import { mkdir, writeFile } from 'node:fs/promises';
import { dirname } from 'node:path';
import { runGate } from '../../gate/gate.js';
import { renderHtmlReport } from '../../report/html.js';
import type { CommandContext } from '../context.js';
import { loadConfig } from '../load-config.js';
import { loadRun, type MetricFileOptions } from '../load-run.js';
import { openHistory } from '../open-history.js';
import { resolvePath } from '../paths.js';
import { splitNewest } from '../split-newest.js';

export interface ReportOptions extends Partial<MetricFileOptions> {
  history: string;
  html: string;
  config?: string;
  series: string;
  title?: string;
}

/**
 * The work of `bellgate report` (loaded only when that command runs, so d3 and the HTML code are
 * never loaded by the others): judges the run and writes the self-contained HTML file.
 * @throws InputError (bad files, flags), StoreError (history unreadable).
 * @example await runReport(ctx, { history: 'h.json', html: 'report.html', series: 'default' })
 */
export async function runReport(ctx: CommandContext, options: ReportOptions): Promise<void> {
  const config = await loadConfig(ctx, options.config);
  const opened = await openHistory(ctx, options.history, options.series);
  const { history, run } =
    options.metrics === undefined
      ? splitNewest(opened.history, options.history)
      : { history: opened.history, run: await loadRun(ctx, config, { ...options, metrics: options.metrics }) };
  const report = runGate({ config, history, run, series: options.series });
  const html = renderHtmlReport({
    report,
    history,
    title: options.title ?? `Bellgate report: ${options.series}`,
    generatedAt: ctx.now().toISOString(),
  });
  const out = resolvePath(ctx, options.html);
  await mkdir(dirname(out), { recursive: true });
  await writeFile(out, html);
  ctx.io.stdout(`wrote ${out} (verdict ${report.verdict}, ${report.metrics.length} metrics)\n`);
}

* * * * * * *

**Task prompt:** Repeat, with no changes, each line from the one with "options.metrics === undefined" to the end of the listing, including both ends and nothing else.

**Answer to the exercise:**
    options.metrics === undefined
      ? splitNewest(opened.history, options.history)
      : { history: opened.history, run: await loadRun(ctx, config, { ...options, metrics: options.metrics }) };
  const report = runGate({ config, history, run, series: options.series });
  const html = renderHtmlReport({
    report,
    history,
    title: options.title ?? `Bellgate report: ${options.series}`,
    generatedAt: ctx.now().toISOString(),
  });
  const out = resolvePath(ctx, options.html);
  await mkdir(dirname(out), { recursive: true });
  await writeFile(out, html);
  ctx.io.stdout(`wrote ${out} (verdict ${report.verdict}, ${report.metrics.length} metrics)\n`);
}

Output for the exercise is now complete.